Description
You Must be Very Intelligent is the author's account of studying for a PhD in a modern, successful university. Part-memoir and part-exposé, this book is highly entertaining and unusually revealing about the dubious morality and desperate behaviour which underpins competition in twenty-first century academia.
This witty, warts-and-all account of Bodewits years as a PhD student in the august University of Edinburgh is full of success and failure, passion and pathos, insight, farce and warm-hearted disillusionment. She describes a world of collaboration and backstabbing; nefarious financing and wasted genius; cosmopolitan dreamers and discoveries that might just change the world... Is this a smart people's world or a drip can of weird species? Modern academia is certainly darker and stranger than one might suspect...
This book will put a wry, knowing smile on the faces of former researchers. And it is a cautionary parable for innocents who still believe that lofty academia is erected upon moral high ground...
Author: Karin Bodewits
Publisher: Springer
Published: 07/10/2017
Pages: 339
Binding Type: Paperback
Weight: 1.10lbs
Size: 9.21h x 6.14w x 0.74d
ISBN13: 9783319593203
ISBN10: 331959320X
BISAC Categories:
- Science | Life Sciences | Biology
- Education | Educational Policy & Reform
- Education | Administration | General
About the Author
I was born April, 1983, in a small village in the economically dead North East of the Netherlands. As a child I mainly caught frogs and leapt over ditches. When life became meaningful (though not necessarily better), I dreamt about travelling the world as a field biologist.
At the age of seventeen, I swapped village life for a university town 20 miles up the road. I matriculated at the University of Groningen and studied biology. One of the first-year courses entailed sitting for hours in dreary drizzle to watch geese pick grass. Unfortunately, I felt slightly bored and wet and steered my studies towards microbiology which, thankfully, entailed a roof over my head during experiments. Six amiable years later, blurred by pub visits and lengthy 'work' sojourns in China and Spain, I graduated with an MSc in molecular biology and was increasingly gripped by science.

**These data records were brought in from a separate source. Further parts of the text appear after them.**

@pytest.mark.parametrize(
    ("text", "field", "size", "relative"),
    [("p1=1%", "p1", 0.01, True), ("t=2K", "t", 2.0, False), ("fl=3%", "fl", 0.03, True),
     ("Temperature = ±3.6 deg F", "t", 2.0, False), ("t=2 deg C", "t", 2.0, False), ("p2=0,1 bar", "p2", 1e4, False),
     ("Inlet pressure=10 kPa", "p1", 1e4, False), ("pv=0", "pv", 0.0, True), ("flow=3.6 m3/h", "flow", 1e-3, False),
     ("limits=20 %", "limits", 0.2, True), ("FL=.5 %", "fl", 0.005, True), ("t=0", "t", 0.0, False)],
)  # fmt: skip
def test_a_tolerance_of_the_command_line(text: str, field: str, size: float, relative: bool) -> None:
    found = parse_tolerance(text)
    assert (found.field, found.relative, found.basis) == (field, relative, "command line")
    assert found.size == pytest.approx(size, rel=1e-12)


@pytest.mark.parametrize(
    ("text", "said"),
    [("p1", "NAME=SIZE"), ("=1%", "NAME=SIZE"), ("p1=", "NAME=SIZE"), ("tag=1%", "an input that can move"),
     ("bore=1%", "an input that can move"), ("p1=1", "must say its unit"), ("p1=-1%", "not negative"),
     ("p1=one", "a number with its unit"), ("t=2%", "must be an amount"), ("fl=0.02 bar", "must be a share"),
     ("p1=1 furlong", "not understood"), ("p1=0.1 bar g", "not gauge"), ("p1=2 K", "another kind of quantity"),
     ("flow=2 kg/s", "another kind of quantity"), ("p1=60%", "below 50 %"), ("p1=0.01%", "from 0.05 %"),
     ("t=50 K", "at most 20 K"), ("p1=nan%", "a number with its unit"), ("p1=1e999%", "not understood")],
)  # fmt: skip
def test_a_tolerance_that_cannot_be_says_why(text: str, said: str) -> None:
    with pytest.raises(LowpointError, match=said):
        parse_tolerance(text)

Having acquired a taste for travel and cultural enrichment, and perhaps a bizarre yearning to return to drizzle, I moved to the wonderful, historic city of Edinburgh, capital of Scotland, to start my PhD. Despite a ludicrous intake of Irn Bru (a chemical drink unique to Scotland) along with mountainous amounts of fried pizza and dubious frat-ish parties, I successfully defended my thesis in 2011.
Feeling like a lost soul, I backpacked round South America, not knowing what would or should come next. But something had to, because I ran out of money, so I started my first 'real' job, at the Ludwig-Maximilians-University in Munich. Having re-stocked my pocket, and feeling sufficiently proficient in the academic world, I quit a year later. In 2012, I co-founded the company NaturalScience.Careers. In 2015, I published my first book (a career guide for female natural scientists).

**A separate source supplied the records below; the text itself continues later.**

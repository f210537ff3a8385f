"""The page as one file: template, style, script and data put together, closed to the network, written in one step."""

from __future__ import annotations

import base64
import datetime
import hashlib
import json
import os
import re
from functools import cache
from importlib import resources
from pathlib import Path
from typing import TYPE_CHECKING, Any

from lowpoint import __version__
from lowpoint.book.saving import replace_file
from lowpoint.survey.items import ORDER
from lowpoint.survey.model import Survey
from lowpoint.survey.page.contents import foundations, numbered_notes, problems_of, summary_of, worst_first
from lowpoint.survey.page.rows import Column, Mark, columns_of, marks_of
from lowpoint.survey.page.sections import item_pages
from lowpoint.survey.taken import CAUTION
from lowpoint.survey.worded import in_system

if TYPE_CHECKING:
    from jinja2 import Environment

__all__ = ["page_text", "write_page"]

STATIC = 1500
"""Rows that stand in the page itself, for a reader without script; the script takes them all from the data."""


def write_page(survey: Survey, path: str | os.PathLike[str], *, system: str = "metric", pages: int = 50,
               today: datetime.date | None = None) -> None:  # fmt: skip
    """Write a survey as one page that needs no network: verdicts, filter and sort, pictures, remedies, workings.

    ``system`` is the set of units (``metric``, ``us``), ``pages`` how many failing items get a page of their own,
    worst first; every case is in the table. The same survey gives the same bytes but for ``today``. BookError where
    the file cannot be written; the file of before is then as it was.
    """
    text = page_text(survey, system=system, pages=pages, today=today)
    # A lone surrogate, which a damaged list may hold, is no character: it is shown as the sign for one.
    data = text.encode("utf-8", errors="xmlcharrefreplace")
    replace_file(Path(path), lambda sink: sink.write(data))


def page_text(survey: Survey, *, system: str = "metric", pages: int = 50, today: datetime.date | None = None) -> str:
    """The whole page as text."""
    survey = in_system(survey, system)
    failing = [item for item in worst_first(survey) if item.fails]
    notes = numbered_notes(survey)
    sections = {item.tag: number for number, item in enumerate(failing[:pages], start=1)}
    columns = columns_of(survey, system, {note.text: note.number for note in notes})
    marks = marks_of(survey, sections)
    style, script = _part("style.css"), _part("script.js")
    problems, more_problems = problems_of(survey)
    return _environment().get_template("page.html").render(
        name=Path(survey.reading.path).name, date=(today or datetime.date.today()).isoformat(), version=__version__,
        reading=survey.reading, summary=summary_of(survey), columns=columns, order=(*ORDER, "no answer"),
        rows=_static_rows(columns, marks), count=len(marks), static=STATIC, notes=notes,
        items=item_pages(survey, failing[:pages], system), without_page=failing[pages:], problems=problems,
        more_problems=more_problems, foundations=foundations(survey, system), caution=CAUTION,
        sections=sections, style=style, script=script, style_hash=_hash(style), script_hash=_hash(script),
        data=_data(columns, marks),
    )  # fmt: skip


def _static_rows(columns: list[Column], marks: list[Mark]) -> list[tuple[Mark, list[str]]]:
    """The rows that stand in the page: all of a usual list; of a very long one those that fail or have no answer."""
    places = range(len(marks))
    if len(marks) > STATIC:
        places = [n for n, mark in enumerate(marks) if mark.fails or mark.regime == len(ORDER)][:STATIC]  # type: ignore[assignment]
    return [(marks[n], [column.cells[n] for column in columns]) for n in places]


def _data(columns: list[Column], marks: list[Mark]) -> str:
    """The table for the script. Every ``<`` is written by its code, so that no text of a list can end the block."""
    table = {
        "columns": [{"heading": c.heading, "sort": c.sort, "look": c.look, "cells": c.cells} for c in columns],
        "order": [*ORDER, "no answer"], "regimes": [mark.regime for mark in marks],
        "fails": [int(mark.fails) for mark in marks], "sections": [mark.section for mark in marks],
    }  # fmt: skip
    return json.dumps(table, separators=(",", ":")).replace("<", "\\u003c").replace(">", "\\u003e")


def _part(name: str) -> str:
    return resources.files(__package__).joinpath("parts", name).read_text(encoding="utf-8")


def _hash(text: str) -> str:
    """What the page's own rule for content knows its script and its style by."""
    return "sha256-" + base64.b64encode(hashlib.sha256(text.encode()).digest()).decode()


@cache
def _environment() -> Environment:
    from jinja2 import Environment, PackageLoader, StrictUndefined
    from markupsafe import Markup

    made = Environment(loader=PackageLoader(__package__ or "", "parts"), autoescape=True, undefined=StrictUndefined,
                       trim_blocks=True, lstrip_blocks=True, keep_trailing_newline=True)  # fmt: skip
    made.filters["own"] = Markup  # for the page's own style, script, data and drawings only
    made.filters["first_up"] = _first_up
    return made


def _first_up(text: Any) -> str:
    """A sentence with a capital letter, unless a symbol stands first: p2 is not P2."""
    words = str(text)
    symbol = re.match(r"(?:p[1-9vc]|dp|t|x[fF]z?)\b", words)
    return words if symbol else words[:1].upper() + words[1:]
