def prepare(formula: str, hiding: int = 0) -> Prepared:
    """The text to load instead of ``formula``; formulas that differ only in their rows are worked out once.

    ``hiding`` says how rows of the workbook are hidden (hiding.Hiding), which some functions leave out.

    >>> prepare("=B2&$C$3").met
    ('number-text-15-digits',)
    """
    if _STAND_IN.search(formula) or sizes_matter(formula):
        return _prepared(formula, hiding)
    stand_ins: dict[str, str] = {}

    def stand_in(cell: re.Match[str]) -> str:
        return cell[1] + stand_ins.setdefault(cell[2], str(FIRST_STAND_IN + len(stand_ins)))

    done = _prepared(_CELL_ROW.sub(stand_in, formula), hiding)
    if done.blocked is not None:
        return replace(done, text=formula)
    rows = {number: row for row, number in stand_ins.items()}
    return replace(done, text=_STAND_IN.sub(lambda found: rows[found[0]], done.text))


@lru_cache(maxsize=65536)
def _prepared(formula: str, hiding: int) -> Prepared:
    trouble = unreadable(formula)
    if trouble is not None:
        return Prepared(formula, ("unreadable",), trouble)
    writer = Writer(hiding)
    try:
        return Prepared("=" + writer.whole(parse(formula)).text, tuple(writer.met))
    except BlockedError as stop:
        probe, reason = stop.args
        return Prepared(formula, (*writer.met, probe), reason)
    except RecursionError:
        return Prepared(formula, ("unreadable",), "is nested too deeply")
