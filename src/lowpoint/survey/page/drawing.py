"""A picture as SVG: axes with round numbers, lines told apart by dashes and markers, labels that keep apart, a legend.

Colours come from the page's style by class (``s1``, ``s2``, ...), so that they follow a light or a dark page; without
any style the drawing is black on nothing and says the same.
"""

from __future__ import annotations

import math
from collections.abc import Iterator, Sequence
from html import escape
from itertools import pairwise

from lowpoint.survey.outcome import Line, Picture
from lowpoint.survey.page.numbers import figure
from lowpoint.survey.page.placing import Box, Frame, place_label, text_width
from lowpoint.survey.page.ticks import axis

__all__ = ["svg"]

WIDTH, HEIGHT = 470, 320
"""Of the plot with its axes; the legend comes below."""
LEFT, RIGHT, TOP, BOTTOM = 62, 18, 14, 52
SIZE, ROW = 13, 22
"""Of the letters, and a legend's line."""
DASHES = {"line": "", "dashed": "9 5", "dotted": "2 4"}
FEW = 12
"""A line of more points is marked at so many of them only."""
_SHAPES = {
    "circle": '<circle cx="{x}" cy="{y}" r="4"/>',
    "square": '<path d="M{x} {y}m-3.6 -3.6h7.2v7.2h-7.2z"/>',
    "triangle": '<path d="M{x} {y}m0 -4.8l4.6 8h-9.2z"/>',
    "diamond": '<path d="M{x} {y}m0 -5l5 5l-5 5l-5 -5z"/>',
    "plus": '<path class="open" d="M{x} {y}m-4.5 0h9m-4.5 -4.5v9"/>',
    "cross": '<path class="open" d="M{x} {y}m-3.6 -3.6l7.2 7.2m0 -7.2l-7.2 7.2"/>',
}


def svg(picture: Picture, name: str) -> str:
    """The drawing, ready to stand in a page; ``name`` is the beginning of its ids. Texts are escaped."""
    lines = [line for line in picture.lines if any(True for _ in _points(line))]
    frame = _frame(picture, lines)
    legend = list(_legend(lines))
    height = HEIGHT + ROW * (1 + max((row for row, *_ in legend), default=-1)) + 4
    parts = [
        f'<svg xmlns="http://www.w3.org/2000/svg" class="picture" viewBox="0 0 {WIDTH} {height}" role="img" '
        f'aria-labelledby="{name}-title {name}-desc" font-size="{SIZE}">',
        f'<title id="{name}-title">{_text(picture.title)}</title>',
        f'<desc id="{name}-desc">{_text(picture.alternative or picture.title)}</desc>',
        *_axes(picture, frame),
        *(_drawn(line, number, frame) for number, line in enumerate(lines)),
        *_labels(lines, frame),
        *(_entry(lines[number], number, x, HEIGHT + ROW * row + 10) for row, x, number in legend),
        "</svg>",
    ]
    return "".join(parts)


def _text(text: str) -> str:
    return escape(text, quote=True)


def _points(line: Line) -> Iterator[tuple[float, float]]:
    return ((x, y) for x, y in zip(line.x, line.y, strict=True) if math.isfinite(x) and math.isfinite(y))


def _frame(picture: Picture, lines: Sequence[Line]) -> Frame:
    points = [point for line in lines for point in _points(line)]
    y_ticks = axis([y for _, y in points])
    if picture.x_ticks:
        places = [x for x, _ in picture.x_ticks]
        room = 0.06 * (max(places) - min(places)) or 0.5
        x_low, x_high, x_ticks = min(places) - room, max(places) + room, picture.x_ticks
    else:
        numbers = axis([x for x, _ in points])
        x_low, x_high, x_ticks = numbers[0], numbers[-1], tuple((x, figure(x)) for x in numbers)
    return Frame(x_low, x_high, y_ticks[0], y_ticks[-1], x_ticks, y_ticks,
                 Box(LEFT, TOP, WIDTH - RIGHT, HEIGHT - BOTTOM))  # fmt: skip


def _axes(picture: Picture, frame: Frame) -> Iterator[str]:
    box = frame.box
    yield '<g class="grid" stroke="currentColor" stroke-opacity="0.22">'
    for y in frame.y_ticks:
        yield f'<path d="M{box.left} {frame.down(y):.1f}H{box.right}"/>'
    yield "</g>"
    yield f'<path fill="none" stroke="currentColor" d="M{box.left} {box.top}V{box.bottom}H{box.right}"/>'
    yield '<g class="ticks" fill="currentColor" text-anchor="end">'
    for y in frame.y_ticks:
        yield f'<text x="{box.left - 7}" y="{frame.down(y) + 4:.1f}">{_text(figure(y))}</text>'
    yield '</g><g class="ticks" fill="currentColor" text-anchor="middle">'
    yield from _below(frame)
    yield "</g>"
    middle = (box.top + box.bottom) / 2.0
    yield f'<text class="name" fill="currentColor" text-anchor="middle" transform="translate(15 {middle:.0f}) ' \
          f'rotate(-90)">{_text(picture.y_title)}</text>'  # fmt: skip
    if picture.x_title:
        yield f'<text class="name" fill="currentColor" text-anchor="middle" x="{(box.left + box.right) / 2:.0f}" ' \
              f'y="{HEIGHT - 12}">{_text(picture.x_title)}</text>'  # fmt: skip


def _below(frame: Frame) -> Iterator[str]:
    """The names of the abscissa; in two rows where they would run into each other."""
    ticks = sorted(frame.x_ticks)
    ends = [-math.inf, -math.inf]
    for x, words in ticks:
        across, half = frame.across(x), 0.5 * text_width(words, SIZE)
        row = 0 if across - half > ends[0] + 4 else 1
        if across - half <= ends[row] + 4:
            continue  # no room for this name in either row
        ends[row] = across + half
        yield f'<path stroke="currentColor" d="M{across:.1f} {frame.box.bottom}v5"/>'
        yield f'<text x="{across:.1f}" y="{frame.box.bottom + 18 + 15 * row}">{_text(words)}</text>'


def _look(line: Line, number: int) -> tuple[str, str]:
    """Class of the colour, and the marker: none where the line has none, but points are always seen."""
    known = line.marker if line.marker in _SHAPES else ""
    return f"s{number % 6 + 1}", known or ("circle" if line.style == "points" or len(line.x) == 1 else "")


def _drawn(line: Line, number: int, frame: Frame) -> str:
    colour, marker = _look(line, number)
    points = [(frame.across(x), frame.down(y)) for x, y in _points(line)]
    drawn = [f'<g class="{colour}" stroke="currentColor" fill="currentColor">']
    if line.style != "points" and len(points) > 1:
        way = "L".join(f"{x:.1f} {y:.1f}" for x, y in points)
        drawn.append(f'<path fill="none" stroke-width="2"{_dash(line)} d="M{way}"/>')
    step = max(1, len(points) // FEW) if line.style != "points" else 1
    drawn += [_shape(marker, x, y) for x, y in points[::step]]
    return "".join([*drawn, "</g>"])


def _shape(marker: str, x: float, y: float) -> str:
    return _SHAPES[marker].format(x=f"{x:.1f}", y=f"{y:.1f}") if marker else ""


def _dash(line: Line) -> str:
    dash = DASHES.get(line.style, "")
    return f' stroke-dasharray="{dash}"' if dash else ""


def _labels(lines: Sequence[Line], frame: Frame) -> Iterator[str]:
    """Names of points, each beside its own, off the others and off all points as far as there is room."""
    taken = [box for line in lines for box in _covered(line, frame)]
    for number, line in enumerate(lines):
        for (x, y), words in zip(list(_points(line)), line.labels, strict=False):
            if words:
                short = words if len(words) <= 24 else words[:23] + "…"
                box = place_label(frame.across(x), frame.down(y), short, SIZE, taken, frame.box)
                taken.append(box)
                yield f'<text class="label {_look(line, number)[0]}" fill="currentColor" x="{box.left:.1f}" ' \
                      f'y="{box.bottom - 3:.1f}">{_text(short)}</text>'  # fmt: skip


def _covered(line: Line, frame: Frame) -> Iterator[Box]:
    """What a line and its markers cover, in small boxes."""
    points = [(frame.across(x), frame.down(y)) for x, y in _points(line)]
    yield from (Box(x - 5, y - 5, x + 5, y + 5) for x, y in points)
    if line.style != "points":
        for (x, y), (x_next, y_next) in pairwise(points):
            steps = int(math.hypot(x_next - x, y_next - y) // 6) + 1
            for n in range(steps):
                across, down = x + (x_next - x) * n / steps, y + (y_next - y) * n / steps
                yield Box(across - 3, down - 2, across + 3, down + 2)


def _legend(lines: Sequence[Line]) -> Iterator[tuple[int, float, int]]:
    """Row, place and number of each line of the legend."""
    row, x = 0, float(LEFT)
    for number, line in enumerate(lines):
        width = 44 + text_width(line.name, SIZE) + 18
        if x > LEFT and x + width > WIDTH:
            row, x = row + 1, float(LEFT)
        yield row, x, number
        x += width


def _entry(line: Line, number: int, x: float, y: float) -> str:
    colour, marker = _look(line, number)
    stroke = f'<path fill="none" stroke-width="2"{_dash(line)} d="M{x:.1f} {y}h36"/>' if line.style != "points" else ""
    sign = _shape(marker, x + 18, y)
    return (f'<g class="{colour}" stroke="currentColor" fill="currentColor">{stroke}{sign}</g>'
            f'<text fill="currentColor" x="{x + 44:.1f}" y="{y + 4}">{_text(line.name)}</text>')  # fmt: skip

These days, I give soft skill and career seminars to young scientists, and I'm often invited to speak at natural science events. I write short stories, career columns and opinion pieces for magazines like Chemistry World, Naturejobs, Laborjournal and Nachrichen aus der Chemie. With my partner Philipp and our two sons, I live in Munich, where I spend much time wondering what to do next.